→ **About this exercise**
Copy exactly, please, the lines of the data from its start through the line containing "export type CreateDropOffInput".

[Stored items]

.....

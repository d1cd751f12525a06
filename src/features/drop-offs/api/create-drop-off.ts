import { useMutation, useQueryClient } from "@tanstack/react-query";
import { CreatedDropOffSchema, type CreateDropOff } from "@shared/schemas/drop-offs";
import { api, ApiError } from "@/lib/api-client";
import { digestersTodayKey, dropOffKeys } from "./keys";

export type CreateDropOffInput = { body: CreateDropOff; idempotencyKey: string };

/** Logs a drop-off; the key makes a retry after a lost answer safe (the server replays its first answer). */
export function createDropOff({ body, idempotencyKey }: CreateDropOffInput) {
  return api("/api/drop-offs", {
    method: "POST",
    body,
    schema: CreatedDropOffSchema,
    headers: { "Idempotency-Key": idempotencyKey },
  });
}

export function useCreateDropOff() {
  const queryClient = useQueryClient();
  return useMutation({
    mutationFn: createDropOff,
    // Only a lost connection is retried: with the same key the server cannot count it twice.
    retry: (count, error) => error instanceof ApiError && error.status === 0 && count < 2,
    onSuccess: () => {
      void queryClient.invalidateQueries({ queryKey: dropOffKeys.all });
      void queryClient.invalidateQueries({ queryKey: digestersTodayKey });
    },
  });
}

/** A new random key (a UUID where the browser offers one). */
export function newIdempotencyKey(): string {
  if (typeof crypto !== "undefined" && typeof crypto.randomUUID === "function") return crypto.randomUUID();
  const bytes = new Uint8Array(16);
  crypto.getRandomValues(bytes);
  return Array.from(bytes, (b) => b.toString(16).padStart(2, "0")).join("");
}
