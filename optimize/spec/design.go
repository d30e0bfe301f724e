package spec

import (
	"fmt"
	"os"
	"plumb/optimize/assume"
	"slices"
	"sort"
	"strings"

	"plumb/catalog"
	"plumb/optimize/family"
	"plumb/optimize/strap"
)

// Options are the circuit variants a design chooses (see family.Options).
type Options struct {
	// RefDivider drives the reference of a difference amplifier through a
	// divider Ra/Rb from vrefsrc instead of a stiff source.
	RefDivider bool `json:"ref_divider" yaml:"ref_divider"`
	// Buffer puts a follower after a divider.
	Buffer bool `json:"buffer" yaml:"buffer"`
	// OffsetToInverting feeds the level-shift offset into the inverting
	// input instead of the non-inverting one.
	OffsetToInverting bool `json:"offset_to_inverting" yaml:"offset_to_inverting"`
	// Part is the circuit inside the design's amplifier as its strapping
	// ties it, for a family whose part is strapped (Resolve sets it from
	// AmplifierChoice.Strapping and the part's network).
	Part family.PartCircuit `json:"-" yaml:"-"`
}

// Netlist returns the netlist options the design's choices select (the
// spec's source, reference and load impedances add the others).
func (o Options) Netlist() family.Options {
	return family.Options{RefDivider: o.RefDivider, Buffer: o.Buffer, OffsetToInverting: o.OffsetToInverting, Part: o.Part}
}

// strapped reports whether family name's part makes its gain by a
// strapping of its pins (family.Search.Strappings).
func strapped(name string) bool {
	f := family.Lookup(name)
	return f != nil && f.Search.Strappings
}

// integrated reports whether family name is one catalog part with its
// resistors inside (no positions).
func integrated(name string) bool {
	f := family.Lookup(name)
	return f != nil && f.Integrated()
}

// amplified reports whether a design of family name with options o has an
// amplifier (an unknown family is taken to have one).
func amplified(name string, o Options) bool {
	f := family.Lookup(name)
	return f == nil || f.Amplified(o.Netlist())
}

// Element is one physical resistor with its figures in SI units. For an
// element of a network, Network names it and RatioTolerance and TCRTracking
// hold the matching figures.
type Element struct {
	Part    string  `json:"part,omitempty"`
	Network string  `json:"network,omitempty"`
	Index   int     `json:"element,omitempty"` // 1-based element of Network
	Ohm     float64 `json:"ohm"`
	// Tolerance is a fraction; TCR is per K as a fraction (25e-6 for 25 ppm/K).
	Tolerance         float64 `json:"tolerance"`
	TCR               float64 `json:"tcr_per_k"`
	PowerW            float64 `json:"power_w"`
	MaxVoltageV       float64 `json:"max_voltage_v"`
	ThermalResistance float64 `json:"thermal_resistance_k_per_w,omitempty"`
	LoadLife          float64 `json:"load_life,omitempty"`
	RatioTolerance    float64 `json:"ratio_tolerance,omitempty"`
	TCRTracking       float64 `json:"tcr_tracking_per_k,omitempty"`
	// Resolved is true once the figures are known (inline or from the catalog).
	Resolved bool `json:"-"`
}

// Pair kinds for a position built from two resistors.
const (
	Single   = ""
	Series   = "series"
	Parallel = "parallel"
)

// Position is one resistor position of a circuit (R1, Rf, ...), filled by
// one element or a series or parallel pair.
type Position struct {
	Name     string    `json:"name"`
	Pair     string    `json:"pair,omitempty"`
	Elements []Element `json:"elements"`
}

// Ohm is the position's nominal resistance: the element, the sum of a series
// pair or the parallel combination.
func (p *Position) Ohm() float64 {
	switch {
	case len(p.Elements) == 1:
		return p.Elements[0].Ohm
	case p.Pair == Series:
		return p.Elements[0].Ohm + p.Elements[1].Ohm
	default:
		a, b := p.Elements[0].Ohm, p.Elements[1].Ohm
		return a * b / (a + b)
	}
}
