// checkOneFieldError requires err to hold exactly one problem, in file, at
// field, whose message holds advice: a bad field gives one error, not one
// more for every check that depended on it.
func checkOneFieldError(t *testing.T, err error, file, field, advice string) {
	t.Helper()
	if err == nil {
		t.Fatal("no error")
	}
	if !errors.Is(err, ErrInvalid) {
		t.Errorf("error does not wrap ErrInvalid: %v", err)
	}
	fes := fieldErrors(t, err)
	if len(fes) != 1 {
		t.Fatalf("%d errors, want 1 at %q:\n%v", len(fes), field, err)
	}
	fe := fes[0]
	if fe.File != file || fe.Field != field || !strings.Contains(fe.Msg, advice) {
		t.Errorf("error %q: want file %s, field %q and advice %q", fe, file, field, advice)
	}
}

func TestParseFieldErrors(t *testing.T) {
	cases := []struct {
		name   string
		edit   func(string) string
		field  string // the exact field path of the one error
		advice string // a fragment of its message
	}{
		// Datasheet maximums are magnitudes.
		{"negative reference tolerance", add("reference: {voltage: 2V, tolerance: -0.1%}\n"),
			"reference.tolerance", `"-0.1%" must not be negative: a datasheet maximum is a magnitude; write 0.1%`},
		{"negative reference drift", add("reference: {voltage: 2V, drift: -10ppm/K}\n"),
			"reference.drift", "must not be negative: a datasheet maximum is a magnitude; write 10ppm/K"},
		{"negative source impedance", add("source_impedance: -100\n"), "source_impedance", "cannot be negative"},
		// A build currency is an ISO 4217 code, as the catalog's prices
		// and currency.rates are (ISO 4217: three capital letters).
		{"currency as a word", add("build: {currency: EURO}\n"), "build.currency", `"EURO" is not an ISO 4217 currency code; write the three capital letters, such as EUR`},
		{"currency as a symbol", add("build: {currency: €}\n"), "build.currency", "not an ISO 4217 currency code"},
		{"currency in lower case", add("build: {currency: eur}\n"), "build.currency", "three capital letters"},
		// A single temperature is no range (item 4 of the review).
		{"single temperature", rep("range: -40..85C", "range: 25C"),
			"temperature.range", `"25C" is a single temperature; a range needs two ends, e.g. -40..85C`},
		{"single temperature away from the reference", rep("range: -40..85C", "range: 85C"),
			"temperature.range", "a range needs two ends"},
		{"single temperature with a degree sign", rep("range: -40..85C", "range: 25 °C"), "temperature.range", "a range needs two ends"},
		{"below absolute zero", rep("range: -40..85C", "range: -300..85C"), "temperature.range", "below absolute zero"},
		// One bad field, one error.
		{"bad temperature range", rep("range: -40..85C", "range: hot"), "temperature.range", "write it like 25C or -40C"},
		{"temperature range without unit", rep("range: -40..85C", "range: -40..85"), "temperature.range", "has no unit"},
		{"bad reference temperature", rep("{range: -40..85C}", "{range: 30..85C, reference: warm}"), "temperature.reference", "is not a temperature"},
		{"reference temperature outside", rep("{range: -40..85C}", "{range: 30..85C}"), "temperature.reference", "25 C lies outside the range 30..85 C; give a reference inside"},
		{"supply without unit", rep("supply: ±15V", "supply: ±15"), "supply", `"±15" has no unit`},
		{"supply of zero", rep("supply: ±15V", "supply: 0V"), "supply", "gives no supply span; write e.g. ±15V"},
		{"supply away from ground", rep("supply: ±15V", "supply: 5..15V"), "supply", "does not include ground"},
		{"input without unit", rep("±1V", "±1"), "input.differential", "has no unit"},
		{"input single value", rep("±1V", "1V"), "input.differential", "range is a single value"},
		{"bad family", rep("family: difference", "family: diff"), "family", `"diff" is not a family; use one of`},
		{"bad family with a transimpedance", func(s string) string {
			return rep("family: difference", "family: current-sens")(rep("gain: 1", "gain: 0.5V/A")(s))
		}, "family", `"current-sens" is not a family`},
		{"bad family without gain", func(s string) string {
			return rep("family: difference", "family: level-shfit")(rep("gain: 1\n", "")(s))
		}, "family", "is not a family"},
		{"bad entry of families", rep("family: difference", "families: [difference, inampp]"), "families[1]", `"inampp" is not a family`},
		{"bad gain", rep("gain: 1", "gain: one"), "gain", "is not a gain"},
		{"bad load", add("load: {resistance: 10x}\n"), "load.resistance", "is not a resistance"},
		{"bad derating", add("derating: half\n"), "derating", "is not a fraction"},
		{"bad sigmas", add("analysis: {sigmas: three}\n"), "analysis.sigmas", "is not a number"},
		{"bad yield", add("analysis: {method: monte-carlo, yield: most}\n"), "analysis.yield", "is not a fraction"},
		{"bad method with a yield", add("analysis: {method: monte-carl, yield: 99%}\n"), "analysis.method", `"monte-carl" is not a method`},
		{"bad attrition", add("build: {attrition: some}\n"), "build.attrition", "is not a fraction"},
		{"bad impedance window", add("impedance: {min: 1x, max: 1k}\n"), "impedance.min", "is not a resistance"},
		// K is kilo only in resistances and frequencies (catalog/units doc).
		{"capital K on volts", rep("supply: ±15V", "supply: ±1KV"), "supply", "kilo is a small k here; a capital K means kilo only in resistances and frequencies"},
		// YAML type errors, placed at their field.
		{"bool not true or false", add("calibration: {gain: maybe}\n"), "calibration.gain", `"maybe" is not a yes-or-no value; write true or false`},
		{"bool on its own line", add("calibration:\n  offset: sometimes\n"), "calibration.offset", "write true or false"},
		{"scalar for families", rep("family: difference", "families: difference"), "families", "is given where a list belongs; write a list, e.g. [difference]"},
		{"scalar for a group", rep("input: {differential: ±1V, common_mode: -5..5V}", "input: ±1V"), "input",
			"input takes differential, single_ended, current, common_mode, written as {field: value, ...} or on indented lines below, e.g. {differential: ±1V}"},
		{"list for a quantity", rep("supply: ±15V", "supply: [-15V, 15V]"), "supply", "a list is given where one value belongs; write a single value"},
		{"mapping for a quantity", rep("gain: 1", "gain: {value: 1}"), "gain", "a group of fields is given where one value belongs"},
		{"unknown nested field", rep("limits: {cmrr: 60dB}", "limits: {cmrr: 60dB, cmr: 3dB}"), "limits.cmr",
			"is not a known field (check the spelling against the README of the examples); the fields here are gain_error, cmrr,"},
		{"unknown top-level field", add("colour: red\n"), "colour", "the fields here are name, about, family, families"},
		{"field given twice", add("name: u\n"), "name", "given twice (also at line 1); keep one"},
		{"not a mapping", func(string) string { return "just words\n" }, "", "is \"just words\", not a mapping of fields; write one field per line (name, about,"},
		{"empty file", func(string) string { return "" }, "", "file is empty"},
		{"syntax error", func(string) string { return "name: [t\n" }, "", "check the indentation and quoting"},
	}
	for _, c := range cases {
		t.Run(c.name, func(t *testing.T) {
			_, err := Parse([]byte(c.edit(base)), "x.yaml")
			checkOneFieldError(t, err, "x.yaml", c.field, c.advice)
		})
	}
}
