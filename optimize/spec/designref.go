package spec

import (
	"fmt"
	"math"
	"strings"

	"plumb/catalog"
	"plumb/optimize/assume"
)

// DesignReference is the reference part a design uses when its spec has
// the search pick one (reference.part: auto): the part number and, once
// resolved, its figures.
type DesignReference struct {
	Part      string  `json:"part"`
	V         float64 `json:"v"`
	Tolerance float64 `json:"tolerance"`   // fraction
	Drift     float64 `json:"drift_per_k"` // fraction per K
	Resolved  bool    `json:"-"`
}

type rawDesignRef struct {
	Part string `yaml:"part,omitempty"`
}

// parseDesignRef reads a design's reference block.
func parseDesignRef(p *problems, r *rawDesignRef) *DesignReference {
	if r == nil {
		return nil
	}
	part := strings.TrimSpace(r.Part)
	if part == "" {
		p.add("reference.part", "missing; name the catalog reference the design uses, e.g. {part: VR-4096-A}")
		return nil
	}
	return &DesignReference{Part: part}
}

// ReferenceFigures returns the reference the spec's stage and ADC see with
// design d: the spec's own when it gives the figures, or, when the search
// picks the part (reference.part: auto), the design's resolved part's. A
// design naming a reference its spec does not pick, one missing where the
// spec picks, or one of another voltage, is an error.
func ReferenceFigures(s *Spec, d *Design) (*Reference, error) {
	switch {
	case d.Reference != nil && !s.Reference.Auto():
		return nil, fmt.Errorf("%w: design %s: reference.part %s: spec %s gives its reference by its figures; remove the design's reference, or write reference.part: auto in the spec",
			ErrInvalid, d.SourceFile, d.Reference.Part, s.Name)
	case !s.Reference.Auto():
		return s.Reference, nil
	case d.Reference == nil:
		return nil, fmt.Errorf("%w: design %s: reference: missing; spec %s picks its reference from the catalog (part: auto), so the design names the part it uses, e.g. reference: {part: VR-4096-A}",
			ErrInvalid, d.SourceFile, s.Name)
	case !d.Reference.Resolved:
		return nil, fmt.Errorf("%w: design %s: reference.part %s has not been looked up in the catalog", ErrInvalid, d.SourceFile, d.Reference.Part)
	case math.Abs(d.Reference.V-s.Reference.V) > RefVoltageMatch*s.Reference.V:
		return nil, fmt.Errorf("%w: design %s: reference.part %s is a %g V reference; spec %s wants %g V", ErrInvalid, d.SourceFile, d.Reference.Part, d.Reference.V, s.Name, s.Reference.V)
	}
	r := *s.Reference
	r.Part, r.Tolerance, r.Drift = "", d.Reference.Tolerance, d.Reference.Drift
	return &r, nil
}

// RefVoltageMatch is how close, relative, a catalog reference's voltage
// must come to the spec's for the search to pick it: the same nominal
// voltage, written to any number of digits.
const RefVoltageMatch = 1e-4

// resolveReference looks the design's reference part up; its unknown
// figures are taken at their defaults (assume.Reference) and returned.
func resolveReference(p *problems, d *Design, lookup Lookup) (*DesignReference, []assume.Assumption) {
	r := d.Reference
	if r == nil || r.Resolved {
		return r, nil
	}
	kind, v, err := lookup(r.Part)
	switch {
	case err != nil:
		p.add("reference.part", "%s: %v", r.Part, err)
		return r, nil
	case kind != catalog.KindReference:
		p.add("reference.part", "%s is a %s, not a reference", r.Part, kind)
		return r, nil
	}
	ref := deref[catalog.Reference](v)
	tol, ppm := ref.Tolerance, ref.DriftPPM
	as := assume.Reference(r.Part, &tol, &ppm)
	return &DesignReference{Part: r.Part, V: ref.OutputV, Tolerance: tol, Drift: ppm * 1e-6, Resolved: true}, as
}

.....

→ **Completed exercise**
repository d1cd751f12525a06
filename src/features/drop-offs/api/create-drop-off.ts
import { useMutation, useQueryClient } from "@tanstack/react-query";
import { CreatedDropOffSchema, type CreateDropOff } from "@shared/schemas/drop-offs";
import { api, ApiError } from "@/lib/api-client";
import { digestersTodayKey, dropOffKeys } from "./keys";

export type CreateDropOffInput = { body: CreateDropOff; idempotencyKey: string };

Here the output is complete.